There are two ways to look at savings accounts. One school of thought is that savings accounts are just somewhere where your salary gets transferred; a place where you park your money without giving it much thought. The second school of thought, though, is that savings accounts are tools that you actively manage as you pursue a specific financial goal.
Chances are, somebody who is focused and disciplined is going to be a more successful saver than somebody who takes a set-and-forget approach.
If you’re the sort of person who pays close attention to their money, or you’ve decided that you want to get more serious about your saving, you’ll want to play around with a savings account calculator.
What is a savings account calculator?
A savings account calculator is an online tool that will tell you how fast your savings will grow.
To use RateCity’s savings account calculator (see above), all you have to do is input the following information:
- How much you plan to deposit
- How long you plan to keep the money in the account
- The interest rate you expect to earn
Based on those numbers, the calculator will then tell you:
- How much you will earn in interest
- Your final balance
The calculator will also create a graph that will illustrate the growth in your savings over time.
The great thing about a savings account calculator is that you can research different scenarios, so you can see how your savings will be affected with different deposit sizes, savings periods and interest rates.
How to find a savings account
Your next step should be to research savings accounts. Ordinarily, this would be a difficult and time-consuming task, because there are dozens of lenders offering hundreds of different products. Fortunately, though, RateCity has made the process quick and easy with its online comparison tool.
This tool will not only tell you how much interest each savings account will pay, but also other relevant information such as whether it charges an account-keeping fee or requires a minimum opening deposit.
Make sure pay close attention to both the ‘base rate’ and the ‘maximum rate’. Ideally, these numbers should be one and the same. If they’re different, that tells you that you will have to meet certain conditions if you want to earn the maximum rate; otherwise, you’ll only receive the lower base rate.

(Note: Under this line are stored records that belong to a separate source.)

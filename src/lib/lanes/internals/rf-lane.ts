import type { Lane, LaneItem, LanePlanInput } from "../types";
import { ghz, ghzRange, mhz } from "./format";
import { item } from "./item";
import type { LaneIndex } from "./lane-index";
import { RF_ROWS } from "./rows";

/** Most modes drawn per resonator (a very small FSR would otherwise draw hundreds). */
const MAX_MODES = 64;
/** Modes other than the wanted one are drawn when centred this close to the RF input passband (GHz). */
const MODE_MARGIN_GHz = 20;

/** The RF lane, shared by every chain. */
export function rfLane(): Lane {
  return { id: "rf", kind: "rf", chain: null, title: "RF", rows: 5, axis: "ghz", mirror: 1 };
}

/**
 * The RF lane's items of each chain: its RF input passband, and the
 * resonator's mode passbands (the wanted mode and every other mode centred
 * within `MODE_MARGIN_GHz` of the RF input, at most `MAX_MODES`; a mode
 * shared by two chains of one resonator is drawn per chain).
 */
export function rfChainItems(plan: LanePlanInput, index: LaneIndex, items: LaneItem[]): void {
  const modeSeen = new Set<string>();
  for (const chain of plan.chains) {
    const s = chain.sideband === "upper" ? 1 : -1;
    items.push(
      item({
        id: `rf:input:${chain.id}`,
        lane: "rf",
        kind: "rf-input",
        row: RF_ROWS.input,
        lo: chain.rfInput.minGHz,
        hi: chain.rfInput.maxGHz,
        chain: chain.id,
        label: `RF input of chain ${chain.id}`,
        facts: () => [["passband", ghzRange(chain.rfInput.minGHz, chain.rfInput.maxGHz)]],
      }),
    );
    const res = index.resonatorOf.get(chain.resonator);
    const laser = index.laserOf.get(chain.laser);
    if (!res || !laser) continue;
    const delta = (laser.carrierTHz * 1000) / res.loadedQ;
    const wanted = chain.mode;
    // The wanted mode and every other mode centred within MODE_MARGIN_GHz of the RF input passband.
    const lo = Math.max(1, Math.ceil((chain.rfInput.minGHz - MODE_MARGIN_GHz) / res.fsrGHz));
    const hi = Math.floor((chain.rfInput.maxGHz + MODE_MARGIN_GHz) / res.fsrGHz);
    const ns = new Set<number>([wanted]);
    for (let n = lo; n <= hi && ns.size < MAX_MODES; n++) ns.add(n);
    for (const n of [...ns].sort((a, b) => a - b)) {
      const id = `rf:mode:${chain.resonator}:${s > 0 ? "+" : "-"}${n}:${chain.id}`;
      if (modeSeen.has(id)) continue;
      modeSeen.add(id);
      const centre = n * res.fsrGHz;
      items.push(
        item({
          id,
          lane: "rf",
          kind: "mode-passband",
          row: RF_ROWS.mode,
          lo: centre - delta / 2,
          hi: centre + delta / 2,
          chain: chain.id,
          label: `${n === wanted ? "wanted " : ""}mode ${s * n} of ${res.id} (chain ${chain.id})`,
          codes: n === wanted ? ["wanted"] : [],
          facts: () => [
            ["mode", `n = ${s * n}${n === wanted ? " (wanted)" : ""}`],
            ["centre", `${ghz(centre)} GHz (offset ${ghz(s * centre)} GHz)`],
            ["linewidth δ", mhz(delta)],
            ["passband", ghzRange(centre - delta / 2, centre + delta / 2)],
          ],
        }),
      );
    }
  }
}
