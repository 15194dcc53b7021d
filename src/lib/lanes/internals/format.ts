/** Number formatting shared by the lane model's facts (helpers, not public). */

/** A frequency in GHz to at most `digits` decimals (default 6 = 1 kHz), trailing zeros removed. */
export function ghz(v: number, digits = 6): string {
  if (!Number.isFinite(v)) return String(v);
  const s = v.toFixed(digits);
  return s.includes(".") ? s.replace(/0+$/, "").replace(/\.$/, "") : s;
}

export function ghzRange(lo: number, hi: number): string {
  return lo === hi ? `${ghz(lo)} GHz` : `${ghz(lo)} – ${ghz(hi)} GHz`;
}

export function mhz(vGHz: number, digits = 3): string {
  return `${ghz(vGHz * 1000, digits)} MHz`;
}

export function num(v: number | null | undefined, digits: number, unit: string): string {
  if (v === null || v === undefined || !Number.isFinite(v)) return "—";
  return `${ghz(v, digits)} ${unit}`;
}
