import type { Mentionable } from "./find-mentions";

export interface UnresolvedMention {
  /** The mention as written, e.g. `@erin` or `@"Erin Engineer"`. */
  written: string;
  /** Where it starts in the text. */
  at: number;
  /** Several members fit (e.g. two people called Erin): their names. Empty when nobody fits. */
  candidates: string[];
}

export interface ResolvedMentions {
  /** The members mentioned, in the order first mentioned, each once. */
  mentioned: Mentionable[];
  /** Mentions that name nobody, or more than one person. */
  unresolved: UnresolvedMention[];
}

const EMAIL = /@([A-Za-z0-9._%+-]+@[A-Za-z0-9-]+(?:\.[A-Za-z0-9-]+)+)/y;
const WORD = /[\p{L}\p{N}][\p{L}\p{N}._-]*/uy;
/** A character that, just before `@`, makes it part of a word or an e-mail address rather than a mention. */
const WORDISH = /[\p{L}\p{N}._%+-]/u;
const NAME_END = /[\p{L}\p{N}]/u;

const lower = (s: string) => s.trim().toLocaleLowerCase("en");

/**
 * Every `@` mention of a comment, resolved against the team (ADR 030):
 * `@"Erin Engineer"` (a quoted full name), `@erin@example.org` (an e-mail
 * address), `@Erin Engineer` (a full name, the longest that fits, ending at a
 * word boundary), and `@erin` (one word: a member's first name or the part
 * of their e-mail address before the @, when exactly one member fits).
 * Case does not matter. An `@` inside a word or an address (`bob@site`) and
 * a lone `@` are not mentions. Anything else after an `@` is unresolved:
 * nobody fits, or several people do.
 */
export function resolveMentions(text: string, members: readonly Mentionable[]): ResolvedMentions {
  const byEmail = new Map(members.map((m) => [lower(m.email), m]));
  const byName = [...members].filter((m) => m.name.trim() !== "").sort((a, b) => b.name.length - a.name.length);
  const hits: Mentionable[] = [];
  const unresolved: UnresolvedMention[] = [];
  for (let at = text.indexOf("@"); at !== -1; at = text.indexOf("@", at + 1)) {
    if (at > 0 && WORDISH.test(text[at - 1]!)) continue;
    const rest = text.slice(at + 1);
    if (rest.startsWith('"')) {
      const close = rest.indexOf('"', 1);
      const name = close === -1 ? rest.slice(1) : rest.slice(1, close);
      const written = `@"${name}${close === -1 ? "" : '"'}`;
      const fits = members.filter((m) => lower(m.name) === lower(name));
      if (fits.length === 1) hits.push(fits[0]!);
      else unresolved.push({ written, at, candidates: fits.map((m) => m.name) });
      continue;
    }
    EMAIL.lastIndex = at;
    const email = EMAIL.exec(text);
    if (email) {
      const m = byEmail.get(lower(email[1]!));
      if (m) hits.push(m);
      else unresolved.push({ written: email[0], at, candidates: [] });
      continue;
    }
    const full = byName.find((m) => {
      const name = m.name.trim();
      const after = rest.charAt(name.length);
      return lower(rest.slice(0, name.length)) === lower(name) && !(after && NAME_END.test(after));
    });
    if (full) {
      hits.push(full);
      continue;
    }
    WORD.lastIndex = 0;
    const word = WORD.exec(rest)?.[0]?.replace(/[._-]+$/, "");
    if (!word) continue;
    const w = lower(word);
    const fits = members.filter(
      (m) => lower(m.name.split(/\s+/)[0] ?? "") === w || lower(m.email.split("@")[0]!) === w,
    );
    const distinct = [...new Map(fits.map((m) => [m.userId, m])).values()];
    if (distinct.length === 1) hits.push(distinct[0]!);
    else unresolved.push({ written: `@${word}`, at, candidates: distinct.map((m) => m.name) });
  }
  const seen = new Set<string>();
  const mentioned = hits.filter((m) => (seen.has(m.userId) ? false : (seen.add(m.userId), true)));
  return { mentioned, unresolved };
}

Sometimes, the difference between the base rate and maximum rate can be as high as two percentage points. Don’t sign up for an account that has two different rates unless you’re satisfied that you understand exactly what you need to do to qualify for the maximum rate.

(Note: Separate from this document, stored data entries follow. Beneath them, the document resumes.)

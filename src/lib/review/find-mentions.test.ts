import { describe, expect, it } from "vitest";
import fc from "fast-check";
import { findMentions, type Mentionable } from "./find-mentions";

const members: Mentionable[] = [
  { userId: "u1", email: "ada.lead@example.org", name: "Ada" },
  { userId: "u2", email: "ben@example.org", name: "Ben Okafor" },
  { userId: "u3", email: "ben.o@example.org", name: "Ben" },
];
const ids = (t: string) => findMentions(t, members).map((m) => m.userId);

describe("findMentions", () => {
  it("by e-mail address, case-insensitive, with trailing punctuation", () => {
    expect(ids("please look @ADA.lead@example.org.")).toEqual(["u1"]);
  });
  it("by name; the longest name wins; a name must end at a word boundary", () => {
    expect(ids("@Ben Okafor and @ben, not @Adam")).toEqual(["u2", "u3"]);
  });
  it("order of first mention, no duplicates, unknown people ignored", () => {
    expect(ids("@ben.o@example.org @Ada @ada @nobody@example.org")).toEqual(["u3", "u1"]);
  });
  it("no @ means no mention (property: text without @ never mentions)", () => {
    fc.assert(
      fc.property(
        fc.string().map((s) => s.replace(/@/g, "")),
        (t) => {
          expect(findMentions(t, members)).toEqual([]);
        },
      ),
    );
  });
  it("property: every member is found by @email anywhere in arbitrary text", () => {
    fc.assert(
      fc.property(
        fc.string().map((s) => s.replace(/[@A-Za-z0-9._%+-]/g, " ")),
        fc.constantFrom(...members),
        (pad, m) => {
          expect(findMentions(`${pad} @${m.email} ${pad}`, members).map((x) => x.userId)).toContain(m.userId);
        },
      ),
    );
  });
});
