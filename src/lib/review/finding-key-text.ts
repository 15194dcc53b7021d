import { explainCode } from "@/lib/lanes/explain-code";

/**
 * A finding key (`code|chain|channel`, see `findingKey`) in words, for the
 * places that show waivers and refusals to people: "chain K118, channel
 * k118-w1: The channel's NEΔT is above its requirement." A text that is not
 * a key is returned as it is.
 */
export function findingKeyText(key: string): string {
  const parts = key.split("|");
  if (parts.length !== 3 || !parts[0]) return key;
  const [code, chain, channel] = parts as [string, string, string];
  const where = [chain ? `chain ${chain}` : "", channel ? `channel ${channel}` : ""].filter(Boolean).join(", ");
  return `${where ? `${where}: ` : ""}${explainCode(code)}`;
}
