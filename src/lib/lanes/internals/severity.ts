import { SEVERITIES } from "@/lib/plan";
import type { LaneFindingInput, Severity } from "../types";

/** Higher is worse: the engine's `SEVERITIES` are listed worst first. */
const rank = Object.fromEntries(SEVERITIES.map((s, i) => [s, SEVERITIES.length - i])) as Readonly<
  Record<Severity, number>
>;

/** The worst severity of a list of findings, null for none. */
export function worstSeverity(findings: readonly Pick<LaneFindingInput, "severity">[]): Severity | null {
  let best: Severity | null = null;
  for (const f of findings) if (best === null || rank[f.severity] > rank[best]) best = f.severity;
  return best;
}

/** Unique codes in first-seen order. */
export function uniqueCodes(findings: readonly Pick<LaneFindingInput, "code">[]): string[] {
  const out: string[] = [];
  for (const f of findings) if (!out.includes(f.code)) out.push(f.code);
  return out;
}
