/** A linear map from `domain` onto `range` (an affine function; a zero-width domain maps to the range's start). */
export function linearMap(domain: readonly [number, number], range: readonly [number, number]): (v: number) => number {
  const [d0, d1] = domain;
  const [r0, r1] = range;
  const k = d1 === d0 ? 0 : (r1 - r0) / (d1 - d0);
  return (v) => r0 + (v - d0) * k;
}

/** Two decimals are finer than a pixel. */
const round = (v: number) => Math.round(v * 100) / 100 + 0;

/**
 * An SVG path through the points in order: `M` starts a run, `L` continues
 * it; a null point (no value) ends the run, so gaps are not bridged.
 */
export function pathOf(points: readonly (readonly [number, number] | null)[]): string {
  const parts: string[] = [];
  let open = false;
  for (const p of points) {
    if (p === null) {
      open = false;
      continue;
    }
    parts.push(`${open ? "L" : "M"}${round(p[0])},${round(p[1])}`);
    open = true;
  }
  return parts.join("");
}
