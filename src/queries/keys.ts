import type { z } from "zod";
import type { EntityKind, findingsQuerySchema } from "@/schemas/workspace";

/**
 * React Query key factories. Every key of one mission starts with
 * `missionKeys.detail(id)`, so a mutation that re-runs the engine can
 * invalidate the whole mission (entities, result, findings, revisions) at once.
 */

/** The entity collections of a mission (the workspace schemas' entity kinds). */
export type Collection = EntityKind;

/** The filters of the findings endpoint, as its query schema reads them. */
export type FindingFilter = z.input<typeof findingsQuerySchema>;

export const missionKeys = {
  all: ["missions"] as const,
  lists: () => [...missionKeys.all, "list"] as const,
  detail: (missionId: string) => [...missionKeys.all, "detail", missionId] as const,
  mission: (missionId: string) => [...missionKeys.detail(missionId), "mission"] as const,
  collection: (missionId: string, c: Collection) => [...missionKeys.detail(missionId), c] as const,
  lasers: (missionId: string) => missionKeys.collection(missionId, "lasers"),
  resonators: (missionId: string) => missionKeys.collection(missionId, "resonators"),
  detectors: (missionId: string) => missionKeys.collection(missionId, "detectors"),
  chains: (missionId: string) => missionKeys.collection(missionId, "chains"),
  channels: (missionId: string) => missionKeys.collection(missionId, "channels"),
  settings: (missionId: string) => [...missionKeys.detail(missionId), "settings"] as const,
  result: (missionId: string) => [...missionKeys.detail(missionId), "result"] as const,
  findings: (missionId: string, filter: FindingFilter = {}) =>
    [...missionKeys.detail(missionId), "findings", filter] as const,
  revisions: (missionId: string) => [...missionKeys.detail(missionId), "revisions"] as const,
  activity: (missionId: string) => [...missionKeys.detail(missionId), "activity"] as const,
};
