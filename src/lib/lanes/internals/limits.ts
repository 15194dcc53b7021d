/** Zoom limits of the lane view's axes (GHz). */
export interface SpanLimits {
  readonly minSpan: number;
  readonly maxSpan: number;
}

/** The shared GHz axis: a few MHz at the closest, about 300 GHz (carrier to the top of the band) at the widest. */
export const GHZ_LIMITS: SpanLimits = { minSpan: 0.002, maxSpan: 360 };
/** The IF axis: a few MHz to 100 GHz. */
export const IF_LIMITS: SpanLimits = { minSpan: 0.002, maxSpan: 100 };
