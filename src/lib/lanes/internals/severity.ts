import type { LaneFindingInput, Severity } from "../types";

const rank: Record<Severity, number> = { info: 1, warning: 2, error: 3 };

/** The worst severity of a list of findings, null for none. */
export function worstSeverity(findings: readonly Pick<LaneFindingInput, "severity">[]): Severity | null {
  let best: Severity | null = null;
  for (const f of findings) if (best === null || rank[f.severity] > rank[best]) best = f.severity;
  return best;
}

/** Unique codes in first-seen order. */
export function uniqueCodes(findings: readonly Pick<LaneFindingInput, "code">[]): string[] {
  const out: string[] = [];
  for (const f of findings) if (!out.includes(f.code)) out.push(f.code);
  return out;
}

Tips to boost your savings
If you have a regular income, having this automatically deposited into your savings account can help to grow your interest. Most accounts have this as a standard feature and there are generally no additional fees involved.
If you’re struggling to save, making small irregular deposits into your account can be a great way to start. Although it can be hard, you should then see what you can do to increase the frequency of your deposits so you can earn extra interest.